▸ **Records provided**:
* * *

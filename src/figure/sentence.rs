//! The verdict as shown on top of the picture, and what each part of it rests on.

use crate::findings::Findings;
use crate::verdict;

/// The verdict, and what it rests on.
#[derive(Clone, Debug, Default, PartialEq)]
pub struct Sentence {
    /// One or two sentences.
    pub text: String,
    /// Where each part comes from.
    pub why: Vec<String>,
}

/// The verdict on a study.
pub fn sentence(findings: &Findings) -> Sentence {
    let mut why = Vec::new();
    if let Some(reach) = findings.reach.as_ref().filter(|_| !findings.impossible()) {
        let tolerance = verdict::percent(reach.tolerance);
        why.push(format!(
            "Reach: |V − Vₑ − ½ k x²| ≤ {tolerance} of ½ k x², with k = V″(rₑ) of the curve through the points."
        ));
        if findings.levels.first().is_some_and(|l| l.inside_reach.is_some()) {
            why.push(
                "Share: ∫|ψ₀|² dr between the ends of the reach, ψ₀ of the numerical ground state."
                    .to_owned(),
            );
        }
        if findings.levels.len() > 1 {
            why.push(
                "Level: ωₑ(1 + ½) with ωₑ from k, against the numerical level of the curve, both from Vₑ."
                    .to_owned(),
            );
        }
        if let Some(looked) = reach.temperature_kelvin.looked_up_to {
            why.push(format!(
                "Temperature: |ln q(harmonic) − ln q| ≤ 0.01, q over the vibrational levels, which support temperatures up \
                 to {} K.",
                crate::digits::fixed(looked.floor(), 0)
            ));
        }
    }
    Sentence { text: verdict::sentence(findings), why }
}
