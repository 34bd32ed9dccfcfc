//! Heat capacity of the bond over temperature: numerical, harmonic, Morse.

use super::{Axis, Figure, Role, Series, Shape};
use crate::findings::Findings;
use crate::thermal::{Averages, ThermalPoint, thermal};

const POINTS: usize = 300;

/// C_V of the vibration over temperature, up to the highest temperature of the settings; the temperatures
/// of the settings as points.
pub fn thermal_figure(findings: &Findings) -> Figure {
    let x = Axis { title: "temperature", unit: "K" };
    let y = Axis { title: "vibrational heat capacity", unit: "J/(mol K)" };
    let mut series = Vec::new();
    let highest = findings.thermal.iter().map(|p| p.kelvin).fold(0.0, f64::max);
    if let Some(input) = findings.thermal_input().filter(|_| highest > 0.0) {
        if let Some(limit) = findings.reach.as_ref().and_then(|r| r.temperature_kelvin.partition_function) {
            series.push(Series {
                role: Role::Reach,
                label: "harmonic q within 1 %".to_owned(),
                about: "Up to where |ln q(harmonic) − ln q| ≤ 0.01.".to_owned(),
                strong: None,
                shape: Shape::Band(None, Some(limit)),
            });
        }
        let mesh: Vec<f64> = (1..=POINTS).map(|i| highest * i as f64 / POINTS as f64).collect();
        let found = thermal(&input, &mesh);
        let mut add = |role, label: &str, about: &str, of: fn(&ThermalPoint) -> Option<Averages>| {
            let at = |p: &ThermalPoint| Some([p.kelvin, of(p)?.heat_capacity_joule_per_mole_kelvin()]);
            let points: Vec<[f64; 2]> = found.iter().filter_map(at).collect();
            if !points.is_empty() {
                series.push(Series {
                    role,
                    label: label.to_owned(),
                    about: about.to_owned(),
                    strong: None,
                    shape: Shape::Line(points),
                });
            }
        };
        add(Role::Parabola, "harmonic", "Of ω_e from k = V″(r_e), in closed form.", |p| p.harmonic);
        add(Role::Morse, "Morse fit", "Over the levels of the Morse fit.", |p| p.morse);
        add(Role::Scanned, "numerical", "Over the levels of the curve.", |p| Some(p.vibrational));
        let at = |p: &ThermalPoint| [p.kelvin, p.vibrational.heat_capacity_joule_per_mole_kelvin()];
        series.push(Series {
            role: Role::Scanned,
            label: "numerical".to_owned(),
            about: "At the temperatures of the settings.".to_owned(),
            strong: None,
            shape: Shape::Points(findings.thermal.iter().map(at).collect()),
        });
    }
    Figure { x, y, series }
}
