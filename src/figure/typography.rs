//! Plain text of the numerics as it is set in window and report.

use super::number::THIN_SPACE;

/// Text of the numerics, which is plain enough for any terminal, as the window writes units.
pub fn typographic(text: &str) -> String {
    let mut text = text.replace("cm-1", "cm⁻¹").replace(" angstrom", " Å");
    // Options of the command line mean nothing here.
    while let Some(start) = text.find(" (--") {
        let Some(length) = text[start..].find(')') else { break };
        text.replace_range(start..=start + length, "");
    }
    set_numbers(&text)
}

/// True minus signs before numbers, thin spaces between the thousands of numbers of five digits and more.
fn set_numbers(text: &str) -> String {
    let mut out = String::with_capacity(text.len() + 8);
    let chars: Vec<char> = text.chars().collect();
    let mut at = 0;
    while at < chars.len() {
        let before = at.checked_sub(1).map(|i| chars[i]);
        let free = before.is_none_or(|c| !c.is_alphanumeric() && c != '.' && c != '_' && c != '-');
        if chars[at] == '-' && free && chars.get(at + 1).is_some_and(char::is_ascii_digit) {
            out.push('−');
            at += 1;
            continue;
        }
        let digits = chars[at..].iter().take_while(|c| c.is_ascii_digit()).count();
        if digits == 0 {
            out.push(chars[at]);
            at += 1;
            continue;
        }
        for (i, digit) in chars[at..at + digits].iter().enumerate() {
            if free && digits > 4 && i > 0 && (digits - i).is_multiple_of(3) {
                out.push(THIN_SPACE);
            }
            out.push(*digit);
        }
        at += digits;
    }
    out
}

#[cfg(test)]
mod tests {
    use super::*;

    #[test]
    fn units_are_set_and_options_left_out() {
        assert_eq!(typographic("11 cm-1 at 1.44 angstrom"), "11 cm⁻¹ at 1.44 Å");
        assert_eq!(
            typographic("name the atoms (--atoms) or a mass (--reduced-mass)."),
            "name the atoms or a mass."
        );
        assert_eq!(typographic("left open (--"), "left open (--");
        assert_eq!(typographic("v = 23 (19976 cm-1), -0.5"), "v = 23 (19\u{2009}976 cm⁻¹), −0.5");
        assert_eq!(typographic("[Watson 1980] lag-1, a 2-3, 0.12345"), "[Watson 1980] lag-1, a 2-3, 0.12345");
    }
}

* * *

▸ **What needs to be done**: Write out all of the records exactly as they stand above.

▸ **Response area**:
filename src/figure/sentence.rs
//! The verdict as shown on top of the picture, and what each part of it rests on.

use crate::findings::Findings;
use crate::verdict;

/// The verdict, and what it rests on.
#[derive(Clone, Debug, Default, PartialEq)]
pub struct Sentence {
    /// One or two sentences.
    pub text: String,
    /// Where each part comes from.
    pub why: Vec<String>,
}

/// The verdict on a study.
pub fn sentence(findings: &Findings) -> Sentence {
    let mut why = Vec::new();
    if let Some(reach) = findings.reach.as_ref().filter(|_| !findings.impossible()) {
        let tolerance = verdict::percent(reach.tolerance);
        why.push(format!(
            "Reach: |V − Vₑ − ½ k x²| ≤ {tolerance} of ½ k x², with k = V″(rₑ) of the curve through the points."
        ));
        if findings.levels.first().is_some_and(|l| l.inside_reach.is_some()) {
            why.push(
                "Share: ∫|ψ₀|² dr between the ends of the reach, ψ₀ of the numerical ground state."
                    .to_owned(),
            );
        }
        if findings.levels.len() > 1 {
            why.push(
                "Level: ωₑ(1 + ½) with ωₑ from k, against the numerical level of the curve, both from Vₑ."
                    .to_owned(),
            );
        }
        if let Some(looked) = reach.temperature_kelvin.looked_up_to {
            why.push(format!(
                "Temperature: |ln q(harmonic) − ln q| ≤ 0.01, q over the vibrational levels, which support temperatures up \
                 to {} K.",
                crate::digits::fixed(looked.floor(), 0)
            ));
        }
    }
    Sentence { text: verdict::sentence(findings), why }
}
repository 34bd32ed9dccfcfc
//! Heat capacity of the bond over temperature: numerical, harmonic, Morse.

use super::{Axis, Figure, Role, Series, Shape};
use crate::findings::Findings;
use crate::thermal::{Averages, ThermalPoint, thermal};

const POINTS: usize = 300;

/// C_V of the vibration over temperature, up to the highest temperature of the settings; the temperatures
/// of the settings as points.
pub fn thermal_figure(findings: &Findings) -> Figure {
    let x = Axis { title: "temperature", unit: "K" };
    let y = Axis { title: "vibrational heat capacity", unit: "J/(mol K)" };
    let mut series = Vec::new();
    let highest = findings.thermal.iter().map(|p| p.kelvin).fold(0.0, f64::max);
    if let Some(input) = findings.thermal_input().filter(|_| highest > 0.0) {
        if let Some(limit) = findings.reach.as_ref().and_then(|r| r.temperature_kelvin.partition_function) {
            series.push(Series {
                role: Role::Reach,
                label: "harmonic q within 1 %".to_owned(),
                about: "Up to where |ln q(harmonic) − ln q| ≤ 0.01.".to_owned(),
                strong: None,
                shape: Shape::Band(None, Some(limit)),
            });
        }
        let mesh: Vec<f64> = (1..=POINTS).map(|i| highest * i as f64 / POINTS as f64).collect();
        let found = thermal(&input, &mesh);
        let mut add = |role, label: &str, about: &str, of: fn(&ThermalPoint) -> Option<Averages>| {
            let at = |p: &ThermalPoint| Some([p.kelvin, of(p)?.heat_capacity_joule_per_mole_kelvin()]);
            let points: Vec<[f64; 2]> = found.iter().filter_map(at).collect();
            if !points.is_empty() {
                series.push(Series {
                    role,
                    label: label.to_owned(),
                    about: about.to_owned(),
                    strong: None,
                    shape: Shape::Line(points),
                });
            }
        };
        add(Role::Parabola, "harmonic", "Of ω_e from k = V″(r_e), in closed form.", |p| p.harmonic);
        add(Role::Morse, "Morse fit", "Over the levels of the Morse fit.", |p| p.morse);
        add(Role::Scanned, "numerical", "Over the levels of the curve.", |p| Some(p.vibrational));
        let at = |p: &ThermalPoint| [p.kelvin, p.vibrational.heat_capacity_joule_per_mole_kelvin()];
        series.push(Series {
            role: Role::Scanned,
            label: "numerical".to_owned(),
            about: "At the temperatures of the settings.".to_owned(),
            strong: None,
            shape: Shape::Points(findings.thermal.iter().map(at).collect()),
        });
    }
    Figure { x, y, series }
}
filename src/figure/typography.rs
//! Plain text of the numerics as it is set in window and report.

use super::number::THIN_SPACE;

/// Text of the numerics, which is plain enough for any terminal, as the window writes units.
pub fn typographic(text: &str) -> String {
    let mut text = text.replace("cm-1", "cm⁻¹").replace(" angstrom", " Å");
    // Options of the command line mean nothing here.
    while let Some(start) = text.find(" (--") {
        let Some(length) = text[start..].find(')') else { break };
        text.replace_range(start..=start + length, "");
    }
    set_numbers(&text)
}

/// True minus signs before numbers, thin spaces between the thousands of numbers of five digits and more.
fn set_numbers(text: &str) -> String {
    let mut out = String::with_capacity(text.len() + 8);
    let chars: Vec<char> = text.chars().collect();
    let mut at = 0;
    while at < chars.len() {
        let before = at.checked_sub(1).map(|i| chars[i]);
        let free = before.is_none_or(|c| !c.is_alphanumeric() && c != '.' && c != '_' && c != '-');
        if chars[at] == '-' && free && chars.get(at + 1).is_some_and(char::is_ascii_digit) {
            out.push('−');
            at += 1;
            continue;
        }
        let digits = chars[at..].iter().take_while(|c| c.is_ascii_digit()).count();
        if digits == 0 {
            out.push(chars[at]);
            at += 1;
            continue;
        }
        for (i, digit) in chars[at..at + digits].iter().enumerate() {
            if free && digits > 4 && i > 0 && (digits - i).is_multiple_of(3) {
                out.push(THIN_SPACE);
            }
            out.push(*digit);
        }
        at += digits;
    }
    out
}

#[cfg(test)]
mod tests {
    use super::*;

    #[test]
    fn units_are_set_and_options_left_out() {
        assert_eq!(typographic("11 cm-1 at 1.44 angstrom"), "11 cm⁻¹ at 1.44 Å");
        assert_eq!(
            typographic("name the atoms (--atoms) or a mass (--reduced-mass)."),
            "name the atoms or a mass."
        );
        assert_eq!(typographic("left open (--"), "left open (--");
        assert_eq!(typographic("v = 23 (19976 cm-1), -0.5"), "v = 23 (19\u{2009}976 cm⁻¹), −0.5");
        assert_eq!(typographic("[Watson 1980] lag-1, a 2-3, 0.12345"), "[Watson 1980] lag-1, a 2-3, 0.12345");
    }
}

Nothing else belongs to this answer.